## Exercise input
____________________
"""Compare two results: what a change does, hull by hull, and all hulls together. Pure: data in, data out."""

from __future__ import annotations

from collections.abc import Callable, Iterator

from checker.result.claims import claims
from checker.result.compare_aboard import AboardChanges, aboard_changes, units
from checker.result.compare_findings import matches, notes_of, told_of, unassessed_of
from checker.result.compare_limits import limit_moves
from checker.result.compare_places import PlaceChanges, place_changes
from checker.result.comparison import Comparison
from checker.result.gathered_changes import finding_changes, headroom_changes, lost_changes
from checker.result.gathered_differences import differences
from checker.result.gathered_silence import silenced_changes
from checker.result.moved_by_limits import ByLimits, moved_by_limits
from checker.result.retrofit import behind_class, reached_at_same_revision, retrofits
from checker.result.side import Side, SideStudy, SideSubject
from checker.result.subject_change import Change, subject_change

_NO_STUDY = SideStudy("", (), {})
FILES = "the yard's files"


def compared(base: Side, head: Side, thin_fraction: float, held_as_head: Side | None = None) -> Comparison:
    """Return what differs between two sides.

    Args:
        base: What was.
        head: What is.
        thin_fraction: Share of a limit below which headroom is thin.
        held_as_head: The boats of the base side, held against what the head side is held against, where
            that is known: where they differ from the base, no boat has changed.
    """
    changes = list(_changes(base, head, thin_fraction))
    moves = limit_moves(base, head)
    by_limits = ByLimits()
    if moves:
        aside = None if held_as_head is None else list(_changes(base, held_as_head, thin_fraction))
        by_limits = moved_by_limits(changes, aside)
    has_aboard = base.has_aboard and head.has_aboard
    return Comparison(
        base=base.name,
        head=head.name,
        subjects=tuple(subject_change(change) for change in changes),
        findings=finding_changes([*changes, _of_files(base, head)], by_limits),
        silenced=silenced_changes(changes, base, moves),
        lost=lost_changes(changes, base, head),
        headroom=headroom_changes(changes, by_limits),
        limits=moves,
        differences=differences(changes) if has_aboard else None,
        retrofits=retrofits(changes) if has_aboard else (),
        behind=behind_class(changes),
        same_revision=reached_at_same_revision(changes) if has_aboard else (),
    )


def _changes(base: Side, head: Side, thin_fraction: float) -> Iterator[Change]:
    """Yield how each hull and option set changed; alike ones are compared once."""
    olds = {(subject.is_hull, subject.id): subject for subject in base.subjects}
    news = {(subject.is_hull, subject.id): subject for subject in head.subjects}
    known: dict[tuple[str, str], tuple[PlaceChanges, AboardChanges | None]] = {}
    for key in dict.fromkeys((*olds, *news)):
        before, after = olds.get(key), news.get(key)
        old = base.studies[before.study] if before else _NO_STUDY
        new = head.studies[after.study] if after else _NO_STUDY
        if (old.name, new.name) not in known:
            known[old.name, new.name] = _of_studies(old, new, thin_fraction)
        places, aboard = known[old.name, new.name]
        yield _change(before, after, old, new, places, aboard)


def _of_studies(old: SideStudy, new: SideStudy, thin_fraction: float) -> tuple[PlaceChanges, AboardChanges | None]:
    if old is _NO_STUDY or new is _NO_STUDY:
        return PlaceChanges(), None
    both = old.aboard is not None and new.aboard is not None
    aboard = aboard_changes(old.aboard, new.aboard) if both and old.aboard and new.aboard else None
    gone = aboard.gone_names if aboard else frozenset()
    dropped = frozenset(old.sets) - frozenset(new.sets)
    return place_changes(old, new, gone, dropped, thin_fraction), aboard


def _change(
    before: SideSubject | None, after: SideSubject | None, old: SideStudy, new: SideStudy, places: PlaceChanges,
    aboard: AboardChanges | None,
) -> Change:  # fmt: skip
    told_before = told_of(before, old) if before else []
    told_after = told_of(after, new) if after else []
    unassessed_before = unassessed_of(old, before) if before else frozenset()
    unassessed_after = unassessed_of(new, after) if after else frozenset()
    found = matches(told_before, told_after, unassessed_after, _replaced(aboard)) if after else ()
    return Change(
        before=before,
        after=after,
        matches=tuple(found),
        notes=notes_of(new),
        unassessed=tuple(
            one for one in (*new.found, *(after.own if after else ()))
            if not one.is_finding and one.about not in unassessed_before
        ),
        dropped_sets=tuple(one for one in old.sets if before and after and one not in new.sets),
        places=places,
        aboard=aboard,
        units=tuple(units(aboard)) if aboard else (),
        claims=tuple(claims(aboard)) if aboard else (),
    )  # fmt: skip


def _replaced(aboard: AboardChanges | None) -> Callable[[str, str], bool]:
    """Return what tells whether one part may have taken the place of another."""
    if aboard is None:
        return lambda _old, _new: False
    gone, new = aboard.gone_names, aboard.new_names
    return lambda old, now: old.partition(" ")[0] in gone or now.partition(" ")[0] in new


def _of_files(base: Side, head: Side) -> Change:
    """Return how the findings of the yard's files changed, which belong to no boat."""
    sides = [SideSubject(id=FILES, is_hull=False, class_id="", study="", own=side.file_found) for side in (base, head)]
    return _change(sides[0], sides[1], _NO_STUDY, _NO_STUDY, PlaceChanges(), None)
____________________
## What you are asked to do
In the entries above, find the line holding "claims=tuple(claims(aboard)) if aboard" and the line holding "gone, new = aboard.gone_names, aboard.new_names", then retype exactly those two lines and every line between them, and nothing else.

## Output
        claims=tuple(claims(aboard)) if aboard else (),
    )  # fmt: skip


def _replaced(aboard: AboardChanges | None) -> Callable[[str, str], bool]:
    """Return what tells whether one part may have taken the place of another."""
    if aboard is None:
        return lambda _old, _new: False
    gone, new = aboard.gone_names, aboard.new_names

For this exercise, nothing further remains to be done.